As in the time when John and I attempted launching off of
the two story barn roof down into the hay stack, thinking we could fly. And when we went into the flooding Fountain
River and nearly drowned. And when we
found some quicksand and tested it to see if you really could float in it. Each time he rescued us, he would say, “What
were you thinking?”
But to the parents, it was quite clear we were bonkers. They kept asking if we had lost our marbles,
and we kept telling them, “No, they are in a sack in my room.” In the meantime, while we were grounded in
between death defying feats, we actually played with our marbles. There were
cat’s eyes and solid ones, all different colors, “Biggies” and one we called a “Steely”
which was actually a ball bearing from the wheel of one of our tractors. In this game, we would make a circle, place
our marbles inside the circle, and get our best “shooter”. The intention of the game was to see how many
of your opponent’s marbles you could knock out of the circle, and then it
became yours. My brother maintained ownership
of the “Steely” which would actually not only knock them out, but in some
cases, because he had a thumb that was like an automatic rifle, would actually
crack them in half.
Needless to say, we did survive well past our stupid years,
although I cannot with honesty say we did not do more really stupid things,
which I later would nix as forbidden to my own children. I never used the lost marbles statement on
them, because it never worked on me, mostly because I did not understand how
someone could compare a human brain to a bag of marbles. But it did finally occur to me during one of
my children’s attempts at self-annihilation that it had nothing to do with “thinking”

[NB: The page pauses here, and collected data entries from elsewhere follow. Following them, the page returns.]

import { add, divide, fromNumber, multiply, negate, ONE, type Pair, subtract, ZERO } from './double-double';
import { log } from './elementary';

export const LN2: Pair = [Math.LN2, 2.3190468138462996e-17];
export const TWO_PI = 6.283185307179586;

const HALVINGS = 9;
const REDUCTION = 1 / 512; // 2^-9
const TINY = 1e-150;
const HUGE = 1e150;
const TWO_TO_512 = 1.3407807929942597e154;

/** 1/9!, ..., 1/2!, 1. */
const COEFFICIENTS: readonly Pair[] = reciprocalFactorials(9);

function reciprocalFactorials(upTo: number): Pair[] {
  const found: Pair[] = [];
  let term = ONE;
  for (let n = 1; n <= upTo; n++) found.unshift((term = divide(term, fromNumber(n))));
  return found;
}

/**
 * e^a in double-double, with an error below 1e-29 of the result for |a| up to 700.
 *
 * Infinite above 709.78, 0 below -745.
 *
 * Example: expOf([1, 0]) = [2.718281828459045, 1.4456468917292502e-16].
 * Source: argument reduced by ln 2 and halved nine times, Taylor's series of e^r - 1, doubled back (Hida, Li & Bailey 2001).
 */
export function expOf(a: Pair): Pair {
  if (!(a[0] < 709.79)) return [a[0] * Infinity, 0];
  if (a[0] < -745.2) return ZERO;
  const twos = Math.round(a[0] / LN2[0]);
  const reduced = subtract(a, multiply(LN2, [twos, 0]));
  const small: Pair = [reduced[0] * REDUCTION, reduced[1] * REDUCTION];
  let grown: Pair = ZERO;
  for (const coefficient of COEFFICIENTS) grown = multiply(add(grown, coefficient), small);
  for (let n = 0; n < HALVINGS; n++) grown = add([2 * grown[0], 2 * grown[1]], multiply(grown, grown));
  const value = add(grown, ONE);
  const half = Math.trunc(twos / 2);
  const [first, second] = [powerOfTwo(half), powerOfTwo(twos - half)];
  return [value[0] * first * second, value[1] * first * second];
}

/**
 * ln a in double-double, by one step of third order on e^a from the double logarithm; absolute error below 2e-32 (1 + |ln a|).
 *
 * -Infinity at 0, NaN below.
 *
 * Example: logOf([2, 0]) = [0.6931471805599453, 2.3190468138462996e-17].
 */
export function logOf(a: Pair): Pair {
  if (!(a[0] > 0) || a[0] === Infinity) return [log(a[0]), 0];
  if (a[0] > HUGE) return add(logOf(scaled(a, 1 / TWO_TO_512)), multiply(LN2, [512, 0]));
  if (a[0] < TINY) return subtract(logOf(scaled(a, TWO_TO_512)), multiply(LN2, [512, 0]));
  const start = fromNumber(log(a[0]));
  const rest = subtract(multiply(a, expOf(negate(start))), ONE);
  return add(start, subtract(rest, fromNumber((rest[0] * rest[0]) / 2)));
}

function scaled(a: Pair, by: number): Pair {
  return [a[0] * by, a[1] * by];
}

function powerOfTwo(power: number): number {
  let value = 1;
  for (let n = Math.abs(power); n > 0; n--) value *= 2;
  return power < 0 ? 1 / value : value;
}
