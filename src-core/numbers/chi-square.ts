import { divide, fromNumber } from './double-double';
import { pow } from './elementary';
import { gammaTails, type Tails } from './gamma-tails';
import { normalUpperQuantile } from './normal';
import { checkPoint, checkProbability, pointOfTail } from './quantile-search';

/**
 * Both tails of the chi-square distribution at x.
 *
 *     gamma tails at freedom / 2 and x / 2
 *
 * freedom: above 0, finite, whole or not; anything else throws, as does a statistic that is not a number. 0 and below have lower tail 0.
 *
 * Example: chiSquareTails(2, 2).upper = 1/e.
 */
export function chiSquareTails(x: number, freedom: number): Tails {
  checkPoint(x);
  if (!(freedom > 0 && freedom < Infinity)) throw new RangeError(`${freedom} is no freedom of a chi-square`);
  return gammaTails(freedom / 2, divide(fromNumber(x), fromNumber(2)));
}

/** P(chi-square > x). Example: chiSquareUpper(3.841458820694124, 1) = 0.05. */
export function chiSquareUpper(x: number, freedom: number): number {
  return chiSquareTails(x, freedom).upper;
}

/** P(chi-square < x). Example: chiSquareLower(0.001, 2) = 0.000499875020830729. */
export function chiSquareLower(x: number, freedom: number): number {
  return chiSquareTails(x, freedom).lower;
}

/**
 * The point with probability p above it, from whichever tail is smaller.
 *
 * p: strictly between 0 and 1, anything else throws. Relative error about 1e-15.
 *
 * Example: chiSquareUpperQuantile(0.05, 1) = 3.841458820694124.
 * Source: Wilson & Hilferty 1931 for the start; pointOfTail.
 */
export function chiSquareUpperQuantile(p: number, freedom: number): number {
  checkProbability(p);
  const tail = p <= 0.5 ? 'upper' : 'lower';
  return pointOfTail({
    tails: (x) => chiSquareTails(x, freedom),
    tail,
    target: tail === 'upper' ? p : 1 - p,
    start: chiSquareStart(p, freedom),
  });
}

/** The point with probability p below it. Example: chiSquareQuantile(0.025, 7.5) = 1.930588620611. */
export function chiSquareQuantile(p: number, freedom: number): number {
  checkProbability(p);
  if (p >= 0.5) return chiSquareUpperQuantile(1 - p, freedom);
  return pointOfTail({
    tails: (x) => chiSquareTails(x, freedom),
    tail: 'lower',
    target: p,
    start: chiSquareStart(1 - p, freedom),
  });
}

/** A first guess at the point with probability p above it. */
function chiSquareStart(p: number, freedom: number): number {
  const spread = 2 / (9 * freedom);
  const root = 1 - spread + normalUpperQuantile(Math.min(p, 1 - 1e-16)) * Math.sqrt(spread);
  return root > 0.05 ? freedom * pow(root, 3) : freedom * 1e-3;
}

and everything to do with “reasoning.”
My parents feeble attempt at making us think, only made us think of marbles, but my grandad's patient questioning came into play when I became a parent, and I began to understand the “thinking” part, and the “marbles” part.
My parents feeble attempt at making us think, only made us think of marbles, but my grandad's patient questioning came into play when I became a parent, and I began to understand the “thinking” part, and the “marbles” part.
Here is the difference.
“Thinking” requires logic and a careful thought as to the consequence of
your actions. “Marbles” applies to
judgement, which, without logic applied, is just a bag of stones rolling around
in your head, and when you lose them, you lose your ability to make good
decisions or “Think”.
Sometime in our much later years, my brother and I “grew up”,
although I objected to that, and still do.

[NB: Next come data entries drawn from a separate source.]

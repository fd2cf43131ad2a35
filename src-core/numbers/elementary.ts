import arcsineOf from '@stdlib/math-base-special-asin';
import exponentialOf from '@stdlib/math-base-special-exp';
import exponentialLessOneOf from '@stdlib/math-base-special-expm1';
import logarithmOf from '@stdlib/math-base-special-ln';
import logarithmOfOneAndOf from '@stdlib/math-base-special-log1p';
import powerOf from '@stdlib/math-base-special-pow';

// Ports in plain JavaScript that reach no built-in function but abs, floor, trunc and sqrt: engines differ in the last bit of their own.
// An argument outside a function's domain gives NaN, as it would with the built-in one; callers that may meet one ask first.

/** e^x, within one unit in the last place. Example: exp(1) = 2.718281828459045. Source: fdlibm 5.3 e_exp. */
export function exp(x: number): number {
  return exponentialOf(x);
}

/** e^x - 1, accurate near 0. Example: expm1(1e-20) = 1e-20. Source: fdlibm 5.3 s_expm1. */
export function expm1(x: number): number {
  return exponentialLessOneOf(x);
}

/** The natural logarithm; -Infinity at 0, NaN below. Example: log(1) = 0. Source: fdlibm 5.3 e_log. */
export function log(x: number): number {
  return logarithmOf(x);
}

/** ln(1 + x), accurate near 0; -Infinity at -1, NaN below. Example: log1p(1e-20) = 1e-20. Source: fdlibm 5.3 s_log1p. */
export function log1p(x: number): number {
  return logarithmOfOneAndOf(x);
}

/** x^y; NaN where a negative base meets an exponent that is no whole number. Example: pow(2, 10) = 1024. Source: fdlibm 5.3 e_pow. */
export function pow(base: number, exponent: number): number {
  return powerOf(base, exponent);
}

const LOG10_OF_E = Math.LOG10E;
const LOG10_OF_E_REST = 1.098319650216765e-17;

/**
 * The decimal logarithm, within two units in the last place, and a whole number at the double nearest to any power of ten from 1e-307 up.
 *
 * x: above 0; -Infinity at 0, NaN below.
 *
 * Example: log10(1e-7) = -7.
 */
export function log10(x: number): number {
  const natural = log(x);
  const found = natural * LOG10_OF_E + natural * LOG10_OF_E_REST;
  const whole = Math.round(found);
  return Math.abs(found - whole) < 1e-12 && whole > -308 && x === Number(`1e${whole}`) ? whole : found;
}

/** The hyperbolic tangent. Example: tanh(0.5) = 0.46211715726000973. */
export function tanh(x: number): number {
  const size = Math.abs(x);
  if (size > 22) return Math.sign(x);
  const grown = expm1(2 * size);
  return Math.sign(x) * (grown / (grown + 2));
}

/** The inverse of tanh, for |x| below 1; infinite at 1, NaN beyond. Example: atanh(0.5) = 0.5493061443340549. */
export function atanh(x: number): number {
  const size = Math.abs(x);
  return (Math.sign(x) * log1p((2 * size) / (1 - size))) / 2;
}

/** The angle in radians whose sine is x, |x| at most 1, NaN beyond. Example: arcsin(1) = 1.5707963267948966. Source: Cephes asin. */
export function arcsin(x: number): number {
  return arcsineOf(x);
}
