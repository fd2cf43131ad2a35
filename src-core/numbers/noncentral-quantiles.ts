import { exp, log } from './elementary';
import { noncentralChiSquareUpper, noncentralFUpper, noncentralTUpper } from './noncentral';
import { normalUpperQuantile } from './normal';
import { checkProbability } from './quantile-search';
import { findRoot } from './roots';
import { FREEDOM_WITHOUT_END } from './tolerances';

/**
 * The point with probability p above it of the noncentral chi-square distribution.
 *
 * p: strictly between 0 and 1; freedom, noncentrality: as for `noncentralChiSquareUpper`. Relative error about 1e-14 where p is not above a half.
 *
 * Example: noncentralChiSquareUpperQuantile(0.8853791407623516, 1, 10) = 3.841458820694128.
 */
export function noncentralChiSquareUpperQuantile(p: number, freedom: number, noncentrality: number): number {
  return pointAbove0(p, freedom + noncentrality, (x) => noncentralChiSquareUpper(x, freedom, noncentrality));
}

/**
 * The point with probability p above it of the noncentral F distribution; arguments as for `noncentralFUpper`.
 *
 * Example: noncentralFUpperQuantile(0.05, 1, 20, 0) = 4.35124350332929, Fisher's own.
 */
export function noncentralFUpperQuantile(p: number, freedom1: number, freedom2: number, noncentrality: number): number {
  return pointAbove0(p, 1 + noncentrality / freedom1, (x) => noncentralFUpper(x, freedom1, freedom2, noncentrality));
}

/**
 * The point with probability p above it of the noncentral t distribution; arguments as for `noncentralTUpper`. Points below 0 are those above it
 * of the mirrored distribution.
 *
 * Example: noncentralTUpperQuantile(0.025, 10, 0) = 2.228138851986275, Student's own.
 */
export function noncentralTUpperQuantile(p: number, freedom: number, noncentrality: number): number {
  checkProbability(p);
  if (freedom >= FREEDOM_WITHOUT_END) return normalUpperQuantile(p) + noncentrality;
  const above = noncentralTUpper(0, freedom, noncentrality);
  if (p === above) return 0;
  const middle = Math.max(1, Math.abs(noncentrality));
  if (p < above) return pointAbove0(p, middle, (x) => noncentralTUpper(x, freedom, noncentrality));
  return -pointAbove0(1 - p, middle, (x) => noncentralTUpper(x, freedom, -noncentrality));
}

/** Ends of the search, ln x. */
const LOWEST = -690;
const HIGHEST = 690;
/** How near the search on ln x comes, and the step by which the slope is then taken. */
const NEAR = 1e-7;
const SIDESTEP = 1e-4;

/** Searched on ln x outwards from a start, then brought to the last digits on x itself: e^u would lose them where u is large. */
function pointAbove0(p: number, start: number, tail: (x: number) => number): number {
  checkProbability(p);
  const gap = (x: number) => log(Math.max(tail(x), Number.MIN_VALUE) / p);
  const from = log(start);
  const way = gap(start) > 0 ? 1 : -1;
  let reach = 1;
  while (way * gap(exp(bounded(from + way * reach))) > 0 && Math.abs(from + way * reach) < HIGHEST) reach *= 2;
  const other = bounded(from + way * reach);
  const near = findRoot({ of: (u) => gap(exp(u)), low: from, high: other, tolerance: NEAR });
  if (near === null) return exp(other);
  let x = exp(near);
  for (let step = 0; step < 3; step++) {
    const slope = (gap(x * (1 + SIDESTEP)) - gap(x * (1 - SIDESTEP))) / (2 * SIDESTEP);
    if (!(slope < 0)) break;
    x -= (x * gap(x)) / slope;
  }
  return x;
}

function bounded(u: number): number {
  return Math.max(LOWEST, Math.min(HIGHEST, u));
}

I started to maintain the thought that we have nothing to fear but fear
itself, oh and stupid actions. I had to
make a lot of those stupid actions before my thinking allowed my marbles to
kick in.
About 20 years ago, I made a trip home and was visiting
John. He said he had a surprise for me,
and asked me to close my eyes. When I
opened them, there was the sack of marbles laying in my lap, along with the
famed “Steely”. I laughed and then I
cried. All those marbles I had lost, I
had now regained. When I got back to Arizona from Colorado, I carefully tucked
them away. So carefully that over three
moves, I was unable to find them. But
today in going through stacks of old letters, old pictures, and just taking a
walk down memory lane, there they were at the bottom of the bin!

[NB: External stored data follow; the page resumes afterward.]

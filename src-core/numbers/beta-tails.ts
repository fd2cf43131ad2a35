import { add, divide, fromNumber, multiply, type Pair, subtract, twoSum } from './double-double';
import { continuedFraction, expOfPair, type Tails } from './gamma-tails';
import { stirlingRest } from './stirling';
import { HALF_LAST_PLACE, MOST_STEPS } from './tolerances';
import { logOf, TWO_PI } from './transcendental';

/** Where a beta distribution is asked for: x and y = 1 - x, both as pairs so that neither loses digits, and its two shapes. */
export interface BetaPoint {
  readonly x: Pair;
  readonly y: Pair;
  readonly a: number;
  readonly b: number;
}

/**
 * The incomplete beta function, both tails.
 *
 *     lower = 1/B(a, b) integral from 0 to x of t^(a-1) (1-t)^(b-1) dt,   upper = 1 - lower
 *
 * x, y: 0 to 1 with x + y = 1; a, b: above 0. `slope` is d lower / d ln(x / y). The tail away from the mean is computed itself, to about
 * 1e-15 of its own size; the other as 1 less it.
 *
 * Example: x = y = 0.5, a = 2, b = 3: lower 11/16 = 0.6875.
 * Source: DLMF 8.17.8 (series); DiDonato & Morris 1992, section 3 (continued fraction).
 */
export function betaTails(point: BetaPoint): Tails {
  const { x, y, a, b } = point;
  if (!(x[0] > 0)) return { lower: 0, upper: 1, slope: 0 };
  if (!(y[0] > 0)) return { lower: 1, upper: 0, slope: 0 };
  const slope = betaTerm(point);
  if (x[0] <= 0.5 && (a + b) * x[0] <= a + 1) return fromLower((slope / a) * series(point), slope);
  const turned = { x: y, y: x, a: b, b: a };
  if (y[0] <= 0.5 && (a + b) * y[0] <= b + 1) return fromUpper((slope / b) * series(turned), slope);
  if ((a + b) * x[0] <= a) return fromLower(farTail(slope, point), slope);
  return fromUpper(farTail(slope, turned), slope);
}

function fromLower(found: number, slope: number): Tails {
  const lower = Math.min(1, found);
  return { lower, upper: 1 - lower, slope };
}

function fromUpper(found: number, slope: number): Tails {
  const upper = Math.min(1, found);
  return { lower: 1 - upper, upper, slope };
}

/**
 * x^a y^b / B(a, b), its exponent summed in double-double.
 *
 * Example: x = y = 0.5, a = b = 1: 0.25.
 * Source: the saddle-point form of Loader 2000.
 */
export function betaTerm({ x, y, a, b }: BetaPoint): number {
  const both = twoSum(a, b);
  const main = add(logShare({ part: x, both, shape: a }), logShare({ part: y, both, shape: b }));
  const rest = stirlingRest(both[0]) - stirlingRest(a) - stirlingRest(b);
  return expOfPair(fromNumber(rest), main) * Math.sqrt((a / (both[0] * TWO_PI)) * b);
}

/** shape ln(part both / shape): 0 at the mean. */
function logShare({ part, both, shape }: { part: Pair; both: Pair; shape: number }): Pair {
  return multiply(fromNumber(shape), logOf(divide(multiply(part, both), fromNumber(shape))));
}

/** 1 + (a+b)/(a+1) x + (a+b)(a+b+1)/((a+1)(a+2)) x^2 + ...: every term positive. */
function series({ x, a, b }: BetaPoint): number {
  let term = 1;
  let total = 1;
  for (let n = 0; n < MOST_STEPS; n++) {
    const ratio = ((a + b + n) / (a + 1 + n)) * x[0];
    total += term *= ratio;
    if (term <= HALF_LAST_PLACE * total * (1 - ratio)) break;
  }
  return total;
}

/** The lower tail below the mean: every step positive as long as it is shorter than b. */
function farTail(slope: number, { x, y, a, b }: BetaPoint): number {
  if (slope === 0) return 0;
  const below = subtract(multiply(y, fromNumber(a)), multiply(x, fromNumber(b)))[0];
  const share = x[0];
  const first = (a * (below + 1)) / (a + 1);
  return (
    slope /
    continuedFraction(first, (m) => {
      const place = a + 2 * m;
      const top = ((a + m - 1) / (place - 1)) * ((a + b + m - 1) / (place - 1)) * m * (b - m) * share * share;
      const bottom = m + (m * (b - m) * share) / (place - 1) + ((a + m) * (below + 1 + m * (2 - share))) / (place + 1);
      return [top, bottom];
    })
  );
}
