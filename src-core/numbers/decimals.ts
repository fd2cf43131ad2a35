import { add, divide, multiply, ONE, type Pair, squareRoot, subtract } from './double-double';
import { pow } from './elementary';
import { logOf as logOfPair } from './transcendental';

/**
 * A column of double-double numbers: value g is high[g] + low[g], with |low| at most half a unit in the last place of high.
 * A value that is not there is NaN in high and 0 in low. Plain doubles have low 0 throughout.
 */
export interface Decimals {
  readonly high: Float64Array;
  readonly low: Float64Array;
}

// In every function below: columns have the same length G (other lengths throw); what is missing in an argument is missing in the
// result; a value that cannot be formed (division by zero, root or log of a negative number, overflow) is missing too.

/** A column of doubles. Example: fromDoubles([0.5]) holds 0.5 exactly. */
export function fromDoubles(values: ArrayLike<number>): Decimals {
  return formed(values.length, (g) => [values[g] as number, 0]);
}

/** A column of pairs, null where there is no value. Example: fromPairs([[1, 1e-20], null]). */
export function fromPairs(values: readonly (Pair | null)[]): Decimals {
  return formed(values.length, (g) => values[g] ?? [Number.NaN, 0]);
}

/** Value g of a column as a pair. Example: pairAt(fromDoubles([2]), 0) = [2, 0]. */
export function pairAt(column: Decimals, g: number): Pair {
  return [column.high[g] as number, column.low[g] as number];
}

/** a_g b_g. Example: 3 and 7 give 21. */
export function productOf(a: Decimals, b: Decimals): Decimals {
  return joined(a, b, multiply);
}

/** a_g / b_g; missing where b_g is 0. Example: 1 and 3 give a third to 31 digits. */
export function quotientOf(a: Decimals, b: Decimals): Decimals {
  return joined(a, b, divide);
}

/** a_g - b_g. Example: 3 and 7 give -4. */
export function differenceOf(a: Decimals, b: Decimals): Decimals {
  return joined(a, b, subtract);
}

/** a_g + b_g. Example: 3 and 7 give 10. */
export function sumOf(a: Decimals, b: Decimals): Decimals {
  return joined(a, b, add);
}

/** factor x_g, the factor a double or a pair. Example: 0.25 times 8 gives 2. */
export function scaledBy(column: Decimals, factor: number | Pair): Decimals {
  const pair: Pair = typeof factor === 'number' ? [factor, 0] : factor;
  return each(column, (x) => multiply(x, pair));
}

/** 1 / x_g; missing where x_g is 0. Example: 4 gives 0.25. */
export function reciprocalOf(column: Decimals): Decimals {
  return each(column, (x) => divide(ONE, x));
}

/** The square root of x_g; missing below 0. Example: 2 gives 1.4142135623730950488 and on. */
export function rootOf(column: Decimals): Decimals {
  return each(column, squareRoot);
}

/** The natural logarithm of x_g; missing at and below 0. Example: 1 gives 0. */
export function logOf(column: Decimals): Decimals {
  return each(column, logOfPair);
}

/**
 * x_g to a power: whole exponents by repeated multiplication in double-double, negative ones as the reciprocal, a half as the root,
 * others in doubles alone.
 *
 * Example: 1.1 to the power 2 gives 1.21 to 31 digits where 1.1 was parsed as a decimal.
 */
export function powerOf(column: Decimals, exponent: number): Decimals {
  if (exponent === 0.5) return rootOf(column);
  if (!Number.isInteger(exponent)) return each(column, (x) => [pow(x[0], exponent), 0]);
  if (exponent < 0) return reciprocalOf(powerOf(column, -exponent));
  return each(column, (x) => wholePower(x, exponent));
}

/** The values of some rows, in the order of the rows. Example: rows [2, 0] of 5, 6, 7 give 7, 5. */
export function takeRows(column: Decimals, rows: ArrayLike<number>): Decimals {
  const count = rows.length;
  const taken = { high: new Float64Array(count), low: new Float64Array(count) };
  for (let place = 0; place < count; place++) {
    taken.high[place] = column.high[rows[place] as number] as number;
    taken.low[place] = column.low[rows[place] as number] as number;
  }
  return taken;
}

/** Squares and multiplies; 0 to the power 0 is 1. */
function wholePower(x: Pair, exponent: number): Pair {
  let value = ONE;
  let square = x;
  for (let left = exponent; left > 0; left = Math.floor(left / 2)) {
    if (left % 2 === 1) value = multiply(value, square);
    if (left > 1) square = multiply(square, square);
  }
  return value;
}

function each(column: Decimals, form: (x: Pair) => Pair): Decimals {
  return formed(column.high.length, (g) => (Number.isNaN(column.high[g]) ? MISSING : form(pairAt(column, g))));
}

function joined(a: Decimals, b: Decimals, form: (x: Pair, y: Pair) => Pair): Decimals {
  if (a.high.length !== b.high.length) throw new RangeError(`columns of ${a.high.length} and ${b.high.length} cells`);
  return formed(a.high.length, (g) => form(pairAt(a, g), pairAt(b, g)));
}

const MISSING: Pair = [Number.NaN, 0];

function formed(count: number, at: (g: number) => Pair): Decimals {
  const high = new Float64Array(count);
  const low = new Float64Array(count);
  for (let g = 0; g < count; g++) {
    const [first, rest] = at(g);
    const there = Math.abs(first) < Infinity;
    high[g] = there ? first : Number.NaN;
    low[g] = there ? rest : 0;
  }
  return { high, low };
}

My brother went to his great reward in December of
2013. But he left me his marbles, and
mine, and as I take a trip back down the memories of my life, I hold them and
cherish each one. I think about how over
the years we discussed our childish ways, and just how much fun they were, and
about how we began to see that actions have consequences. It may have taken many long years, Brother,
but I have finally “Found my marbles.”